• Your assignment
Return, in their exact form, the lines that lie between the start of the data below and the line containing "const vapidPublicKey = String(testEnv('')['VAPID_PUBLIC_KEY'])", with both ends included.

• Provided records

import { afterAll, beforeAll, describe, expect, it } from 'vitest'
import type { Role } from '@/lib/members/roles'
import type { Client } from '@/tests/setup/client'
import { startFakePushService, type FakePushService } from '@/tests/setup/fake-push-service'
import { seedMembers, signInAll, startServer, testEnv, type TestServer } from '@/tests/setup/server'

let service: FakePushService
let server: TestServer
let clients: Record<Role | 'anonymous', Client>
const vapidPublicKey = String(testEnv('')['VAPID_PUBLIC_KEY'])

beforeAll(async () => {
  service = await startFakePushService()
  server = await startServer({ env: { PUSH_EXTRA_HOSTS: service.host, PUSH_CA_FILE: service.caFile } })
  clients = await signInAll(server.baseUrl, await seedMembers())
})
afterAll(async () => {
  await server.stop()
  await service.stop()
})

const ADDRESS = '/api/v1/push/subscriptions'
const bodyOf = (device: { endpoint: string; keys: { p256dh: string; auth: string } }, rest: object = {}) => ({
  endpoint: device.endpoint,
  keys: device.keys,
  vapidPublicKey,
  scope: 'every tree',
  label: 'Firefox on Android',
  ...rest,
})
const listOf = async (client: Client): Promise<unknown> => (await client.fetch(ADDRESS)).json()

describe('devices of a member', () => {
  it('are turned on, renewed, tested and turned off, each member’s own', async () => {
    const device = service.subscribe(vapidPublicKey)
    expect((await clients.crew.send('POST', ADDRESS, bodyOf(device))).status).toBe(201)
    expect((await clients.crew.send('POST', ADDRESS, bodyOf(device, { scope: 'watched trees' }))).status).toBe(200)
    const list = await listOf(clients.crew)
    expect(list).toMatchObject({
      publicKey: vapidPublicKey,
      devices: [{ label: 'Firefox on Android', scope: 'watched trees', isOutdated: false }],
    })
    expect(JSON.stringify(list)).not.toContain(device.endpoint)
    expect(await listOf(clients.operator)).toMatchObject({ devices: [] })

    const test = { endpoint: device.endpoint }
    expect((await clients.operator.send('POST', '/api/v1/push/test', test)).status).toBe(404)
    expect(await (await clients.crew.send('POST', '/api/v1/push/test', test)).json()).toMatchObject({ isSent: true })
    expect(device.received.map(({ text }) => text)).toEqual([expect.stringContaining('Kilnward test')])
    device.mode = '403'
    const refused = await (await clients.crew.send('POST', '/api/v1/push/test', test)).text()
    expect(refused).toContain('does not accept the keys of this server')
    expect(refused).not.toContain('BadJwtToken')

    expect((await clients.operator.send('DELETE', ADDRESS, test)).status).toBe(204)
    expect(await listOf(clients.crew)).toMatchObject({ devices: [{ lastError: expect.any(String) }] })
    expect((await clients.crew.send('DELETE', ADDRESS, test)).status).toBe(204)
    expect(await listOf(clients.crew)).toMatchObject({ devices: [] })
  })

  it('move to the member who signs in on the same browser', async () => {
    const device = service.subscribe(vapidPublicKey)
    await clients.crew.send('POST', ADDRESS, bodyOf(device))
    expect((await clients.supervisor.send('POST', ADDRESS, bodyOf(device))).status).toBe(201)
    expect(await listOf(clients.crew)).toMatchObject({ devices: [] })
    expect(await listOf(clients.supervisor)).toMatchObject({ devices: [{ scope: 'every tree' }] })
  })

  it('are ten at most', async () => {
    const answers = []
    for (let n = 0; n < 11; n += 1) {
      answers.push((await clients.owner.send('POST', ADDRESS, bodyOf(service.subscribe(vapidPublicKey)))).status)
    }
    expect(answers).toEqual([...Array.from({ length: 10 }, () => 201), 409])
  })

  it('are refused where no browser would be', async () => {
    const { keys, endpoint } = service.subscribe(vapidPublicKey)
    const wrong = [
      bodyOf({ keys, endpoint: 'https://169.254.169.254/latest/meta-data' }),
      bodyOf({ keys, endpoint: endpoint.replace('https', 'http') }),
      bodyOf({ keys, endpoint: 'https://user@fcm.googleapis.com/x' }),
      bodyOf({ keys: { ...keys, auth: 'c2hvcnQ' }, endpoint }),
      bodyOf({ keys: { ...keys, p256dh: keys.auth }, endpoint }),
      bodyOf({ keys, endpoint }, { vapidPublicKey: keys.p256dh }),
      bodyOf({ keys, endpoint }, { scope: 'all' }),
      bodyOf({ keys, endpoint }, { memberId: crypto.randomUUID() }),
      [],
    ]
    const answers = []
    for (const body of wrong) answers.push((await clients.operator.send('POST', ADDRESS, body)).status)
    expect(answers).toEqual(wrong.map(() => 422))
    expect(await listOf(clients.operator)).toMatchObject({ devices: [] })
  })

  it('are tested six times a minute at most', async () => {
    const device = service.subscribe(vapidPublicKey)
    await clients.supervisor.send('POST', ADDRESS, bodyOf(device))
    const answers = []
    for (let n = 0; n < 7; n += 1) {
      answers.push((await clients.supervisor.send('POST', '/api/v1/push/test', { endpoint: device.endpoint })).status)
    }
    expect(answers).toEqual([200, 200, 200, 200, 200, 200, 429])
  })
})

describe('watching a tree', () => {
  it('needs a tree, and ends without complaint', async () => {
    const address = `/api/v1/trees/${crypto.randomUUID()}/watch`
    expect((await clients.crew.fetch(address, { method: 'POST' })).status).toBe(404)
    expect((await clients.crew.fetch(address, { method: 'DELETE' })).status).toBe(204)
  })
})

describe('the service worker', () => {
  it('is asked for anew at every visit', async () => {
    const response = await clients.anonymous.fetch('/sw.js')
    expect(response.status).toBe(200)
    expect(response.headers.get('cache-control')).toBe('no-cache')
    expect(response.headers.get('content-type')).toMatch(/javascript/)
  })
})
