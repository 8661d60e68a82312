import { readFileSync } from 'node:fs'
import { join } from 'node:path'
import { afterAll, beforeAll, describe, expect, it } from 'vitest'
import { z } from 'zod'
import type * as Factories from '@/tests/factories/shell-room'
import type { Client } from '@/tests/setup/client'
import { seedMembers, signInAll, startServer, type TestServer } from '@/tests/setup/server'

let server: TestServer
let clients: Awaited<ReturnType<typeof signInAll>>
let factories: typeof Factories
let foundry: Factories.TestFoundry

beforeAll(async () => {
  server = await startServer()
  factories = await import('@/tests/factories/shell-room')
  foundry = await factories.buildFoundry()
  clients = await signInAll(server.baseUrl, await seedMembers())
})
afterAll(() => server.stop())

/** The id under which the build knows a server action. */
function actionId(name: string): string {
  const manifest = z.looseObject({ node: z.record(z.string(), z.looseObject({ exportedName: z.string() })) })
  const file = join(import.meta.dirname, '../../.next/server/server-reference-manifest.json')
  const { node } = manifest.parse(JSON.parse(readFileSync(file, 'utf8')))
  return Object.entries(node).find(([, { exportedName }]) => exportedName === name)?.[0] ?? ''
}

/** Holds a tree through the form's server action, as the browser code of the page sends it. */
async function hold(client: Client, headers: Record<string, string>): Promise<{ status: number; isHeld: boolean }> {
  const { Hold } = await import('@/models')
  const { id, tag } = await factories.buildTree(foundry)
  const body = new FormData()
  body.append('_1_reason', 'Crack at the cup')
  body.append('0', JSON.stringify([id, { status: 'idle' }, '$K1']))
  const cookie = [...client.cookies].map(([name, value]) => `${name}=${value}`).join('; ')
  const response = await fetch(`${server.baseUrl}/trees/${tag}`, {
    method: 'POST',
    headers: { cookie, 'next-action': actionId('holdAction'), accept: 'text/x-component', ...headers },
    body,
    redirect: 'manual',
  })
  expect(await response.text()).not.toMatch(/\n\s+at |node_modules/)
  return { status: response.status, isHeld: (await Hold.count({ where: { treeId: id } })) === 1 }
}

describe('a server action', () => {
  it('runs for a page of our own and a member with the right', async () => {
    expect(await hold(clients.operator, { origin: server.baseUrl })).toEqual({ status: 200, isHeld: true })
  })

  it.each([
    ['a foreign Origin', { origin: 'http://evil.example' }],
    ['another port', { origin: 'http://127.0.0.1:1' }],
    ['the Origin null', { origin: 'null' }],
    ['a foreign Origin that names us as the host', { origin: 'http://evil.example', 'x-forwarded-host': '127.0.0.1' }],
  ])('does nothing for %s', async (_name, headers) => {
    const { status, isHeld } = await hold(clients.owner, headers)
    expect(isHeld).toBe(false)
    expect(status).toBeGreaterThanOrEqual(400)
  })

  // No browser leaves it out: what remains is a program, which must have the session and the right like any other.
  it.each([
    ['a stranger', 'anonymous', false],
    ['a member without the right', 'crew', false],
    ['a member with the right', 'operator', true],
  ] as const)('without an Origin runs for %s: %s', async (_name, visitor, runs) => {
    expect((await hold(clients[visitor], {})).isHeld).toBe(runs)
  })
})
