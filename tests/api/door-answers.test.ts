import addFormats from 'ajv-formats'
import { Ajv2020 } from 'ajv/dist/2020'
import { afterAll, beforeAll, describe, expect, it } from 'vitest'
import { DESCRIBED_DOORS } from '@/lib/server/doors/all'
import { openApiDocument, type OpenApiDocument } from '@/lib/server/open-api'
import { newClient, signIn, type Client } from '@/tests/setup/client'
import { SCENES, type Scene } from '@/tests/setup/door-scenes'
import { startFakePushService } from '@/tests/setup/fake-push-service'
import { seedMember, startServer, type TestServer } from '@/tests/setup/server'

let server: TestServer
let document: OpenApiDocument
let scene: Scene
let stopService: () => Promise<void>

/** Statuses that each door has given, and what of its answers the description does not know. */
const seen = new Map<string, Set<number>>()
const misfits: string[] = []

beforeAll(async () => {
  const service = await startFakePushService()
  stopService = service.stop
  server = await startServer({ env: { PUSH_EXTRA_HOSTS: service.host, PUSH_CA_FILE: service.caFile } })
  const factories = await import('@/tests/factories/shell-room')
  const { issueSensorToken } = await import('@/lib/commands/issue-sensor-token')
  const foundry = await factories.buildFoundry()
  const member = await seedMember('operator')
  const clock = { now: () => Date.now() }
  const { token } = await issueSensorToken({ sensorId: foundry.sensorId }, { member, clock })
  const anonymous = newClient(server.baseUrl)
  document = (await (await anonymous.fetch('/api/v1/openapi.json')).json()) as OpenApiDocument
  const operator = await signIn(server.baseUrl, member.email, member.password)
  const boss = await seedMember('owner')
  const owner = await signIn(server.baseUrl, boss.email, boss.password)
  scene = { foundry, factories, service, operator, owner, anonymous, dataDir: server.dataDir, sensorToken: token, ask }
})
afterAll(() => Promise.all([server.stop(), stopService()]))

const doorOf = (operationId: string) => DESCRIBED_DOORS.find((door) => door.operationId === operationId)

const ask: Scene['ask'] = async (client, operationId, { params = {}, query = {}, headers = {}, body, text } = {}) => {
  const { method, path } = doorOf(operationId) ?? { method: 'GET', path: '/no-such-door' }
  const address = path.replaceAll(/\{(\w+)\}/g, (_all, name: string) => encodeURIComponent(params[name] ?? ''))
  const search = Object.keys(query).length === 0 ? '' : `?${new URLSearchParams(query)}`
  const response = await client.fetch(`${address}${search}`, {
    method,
    headers: {
      ...headers,
      ...(body === undefined ? {} : { 'content-type': 'application/json' }),
      ...(text === undefined ? {} : { 'content-type': 'text/csv' }),
    },
    ...(body === undefined ? {} : { body: JSON.stringify(body) }),
    ...(text === undefined ? {} : { body: text }),
  })
  seen.set(operationId, (seen.get(operationId) ?? new Set()).add(response.status))
  misfits.push(...(await misfitsOf(response.clone(), operationId)))
  return response
}

async function misfitsOf(response: Response, operationId: string): Promise<string[]> {
  const where = `${operationId} ${response.status}`
  const { method, path } = doorOf(operationId) ?? { method: '', path: '' }
  const operation = document.paths[path]?.[method.toLowerCase()] as
    | { responses: Record<string, { content?: Record<string, { schema: object }>; headers?: object }> }
    | undefined
  const described = operation?.responses[response.status]
  if (!described) return [`${where}: not described`]
  const missing = Object.keys(described.headers ?? {}).filter((name) => !response.headers.has(name))
  const text = await response.text()
  const type = response.headers.get('content-type')?.split(';')[0] ?? ''
  if (!described.content) return [...missing, ...(text === '' ? [] : ['a body that is not described'])].map((what) => `${where}: ${what}`)
  const schema = described.content[type]?.schema
  if (!schema) return [`${where}: ${type} is not described`]
  const ajv = addFormats.default(new Ajv2020({ strict: false, allErrors: true }))
  const validate = ajv.compile({ ...schema, components: document['components'] })
  if (validate(type.endsWith('json') ? JSON.parse(text) : text)) return missing.map((name) => `${where}: no header ${name}`)
  return [`${where}: ${ajv.errorsText(validate.errors)}\n${text}`]
}

it('the served description is the one that is made from the schemas', () => {
  expect(document).toEqual(JSON.parse(JSON.stringify(openApiDocument(DESCRIBED_DOORS, { address: server.baseUrl }))))
})

describe.each(DESCRIBED_DOORS)('$method $path', ({ operationId, answers, who }) => {
  it('gives every answer that is described, and only such', async () => {
    const play = SCENES[operationId]
    expect(play, 'a scene in tests/setup/door-scenes.ts').toBeDefined()
    const known = misfits.length
    await play?.(scene)
    expect(misfits.slice(known)).toEqual([])
    const promised = Object.keys(answers).map(Number)
    expect([...(seen.get(operationId) ?? [])]).toEqual(expect.arrayContaining(promised))
  })

  it('refuses a stranger and an odd body as described', async () => {
    const known = misfits.length
    const visitor: Client = who === 'sensor' ? scene.anonymous : scene.operator
    const params = { treeId: 'x', bathId: 'x', placeId: 'x', sensorId: 'x', uploadId: 'x', evidenceId: 'x' }
    await ask(scene.anonymous, operationId, { params })
    const hasBody = doorOf(operationId)?.body !== undefined
    if (hasBody) await ask(visitor, operationId, { params, body: { odd: true } })
    expect(misfits.slice(known)).toEqual([])
  })
})

it('the check sees an answer that does not fit', async () => {
  const odd = Response.json({ status: 'splendid' })
  expect(await misfitsOf(odd, 'readHealth')).toEqual([expect.stringContaining('readHealth 200')])
  expect(await misfitsOf(new Response('', { status: 418 }), 'readHealth')).toEqual(['readHealth 418: not described'])
})
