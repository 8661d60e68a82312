import { afterAll, beforeAll, describe, expect, it } from 'vitest'
import { newClient, signIn, trySignIn, type Client } from '@/tests/setup/client'
import { seedMember, startServer, type TestServer } from '@/tests/setup/server'

let server: TestServer
let stranger: Client

beforeAll(async () => {
  server = await startServer()
  stranger = newClient(server.baseUrl)
})
afterAll(() => server.stop())

/** Where a page leads; null when it answers itself. */
async function leadsTo(client: Client, path: string): Promise<string | null> {
  const response = await client.fetch(path)
  const target = response.headers.get('location') ?? /NEXT_REDIRECT;\w+;([^;]+);/.exec(await response.text())?.[1]
  return target ? new URL(target, client.baseUrl).pathname : null
}

// In this order: records in which nobody is a member, then one owner, then a foundry that is set up.
describe('while nobody is a member', () => {
  it.each(['/sign-in', '/floor', '/trees', '/settings', '/people'])('%s leads to the first run', async (path) => {
    expect(await leadsTo(stranger, path)).toBe('/first-run')
  })

  it('the first run asks for the owner’s account, and for no code on this machine alone', async () => {
    const page = await (await stranger.fetch('/first-run')).text()
    expect(page).toContain('Make the owner’s account')
    expect(page).not.toContain('Setup code')
  })

  it.each([
    ['GET', '/api/v1/queue', undefined],
    ['POST', '/api/v1/dips', {}],
    ['POST', '/api/v1/readings', { readings: [] }],
  ])('%s %s says that there is nothing to work on yet', async (method, path, body) => {
    const response = method === 'GET' ? await stranger.fetch(path) : await stranger.send(method, path, body)
    expect(response.status).toBe(503)
    expect(response.headers.get('content-type')).toBe('application/problem+json')
    expect(await response.json()).toMatchObject({
      type: 'urn:kilnward:problem:unavailable',
      detail: expect.stringMatching(/not set up yet/),
    })
  })

  it('the health door still answers', async () => {
    expect((await stranger.fetch('/api/health')).status).toBe(200)
  })

  it('nobody signs in', async () => {
    expect((await trySignIn(stranger, 'tobias@marramlane.example', 'gull-on-a-post-seven')).error).toBe('CredentialsSignin')
  })
})

describe('until the first run is ended', () => {
  let owner: Client
  let supervisor: Client
  beforeAll(async () => {
    const { makeFirstOwner } = await import('@/lib/commands/make-first-owner')
    const ada = { name: 'Ada', email: 'ada@kilnward.example', password: 'a hare and two otters', setupCode: '', timeZone: 'Europe/Rome' }
    // The command is the server's own; here it runs beside it, on the same records.
    const env = {
      NEXTAUTH_SECRET: 'what this file alone knows, and long enough',
      NEXTAUTH_URL: server.baseUrl,
      UV_THREADPOOL_SIZE: '16',
      VAPID_SUBJECT: 'mailto:a@b.example',
    }
    Object.assign(process.env, env, { VAPID_PUBLIC_KEY: 'B'.repeat(87), VAPID_PRIVATE_KEY: 'k'.repeat(43) })
    await makeFirstOwner(ada, { userAgent: '', clock: { now: () => Date.now() }, scryptCost: 16 })
    owner = await signIn(server.baseUrl, ada.email, ada.password)
    const sue = await seedMember('supervisor')
    supervisor = await signIn(server.baseUrl, sue.email, sue.password)
  })

  it('a stranger is led to the sign-in, and never again to another owner’s account', async () => {
    expect(await leadsTo(stranger, '/floor')).toBe('/sign-in')
    expect(await leadsTo(stranger, '/first-run')).toBe('/floor')
    expect(await leadsTo(stranger, '/sign-in')).toBeNull()
  })

  it('the owner is led to the first step that is not ended, from everywhere', async () => {
    for (const path of ['/floor', '/trees', '/settings', '/upkeep']) expect(await leadsTo(owner, path)).toBe('/first-run')
    expect(await (await owner.fetch('/first-run')).text()).toContain('Your foundry</h1>')
    // A step that has not been reached is not open yet.
    expect(await (await owner.fetch('/first-run?step=places')).text()).toContain('Your foundry</h1>')
  })

  it('everybody else reads that the owner is setting up', async () => {
    expect(await leadsTo(supervisor, '/floor')).toBe('/first-run')
    expect(await (await supervisor.fetch('/first-run')).text()).toContain('The owner is setting up the foundry')
  })

  it('afterwards it leads to the floor', async () => {
    const { Foundry } = await import('@/models')
    await Foundry.update({ setUpAt: Date.now() }, { where: { id: 1 } })
    for (const client of [owner, supervisor, stranger]) expect(await leadsTo(client, '/first-run')).toBe('/floor')
    expect(await leadsTo(supervisor, '/floor')).toBeNull()
  })
})

describe('where others can reach the server', () => {
  it('the first run asks for the code of this start', async () => {
    const open = await startServer({ env: { SETUP_CODE: 'ABCD-EFGH-JKMN' } })
    try {
      expect(await (await newClient(open.baseUrl).fetch('/first-run')).text()).toContain('Setup code')
    } finally {
      await open.stop()
    }
  })
})
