import type { Metadata } from 'next'
import { FoundryNav } from '@/app/(office)/_components/foundry-nav'
import { BathRows } from '@/app/(office)/settings/baths/_components/bath-rows'
import '@/app/(office)/settings/settings.css'
import { systemClock } from '@/lib/core/clock'
import { loadBathList } from '@/lib/queries/bath-list'
import { loadFoundry } from '@/lib/queries/load-foundry'
import { requireMemberPage } from '@/lib/server/auth'

export const metadata: Metadata = { title: 'Baths' }

/** The slurry baths. */
export default async function BathsPage() {
  const member = await requireMemberPage('baths', '/settings/baths')
  const [baths, { timeZone }] = await Promise.all([loadBathList(), loadFoundry()])
  return (
    <>
      <FoundryNav role={member.role} />
      <div className="page-head">
        <div>
          <h1>Baths</h1>
          <p>The slurries that trees are dipped in. The floor groups its dips by them.</p>
        </div>
      </div>
      <BathRows baths={baths} now={systemClock.now()} timeZone={timeZone} />
    </>
  )
}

• Answer to the exercise
import { afterAll, beforeAll, describe, expect, it } from 'vitest'
import type { Role } from '@/lib/members/roles'
import type { Client } from '@/tests/setup/client'
import { startFakePushService, type FakePushService } from '@/tests/setup/fake-push-service'
import { seedMembers, signInAll, startServer, testEnv, type TestServer } from '@/tests/setup/server'

let service: FakePushService
let server: TestServer
let clients: Record<Role | 'anonymous', Client>
const vapidPublicKey = String(testEnv('')['VAPID_PUBLIC_KEY'])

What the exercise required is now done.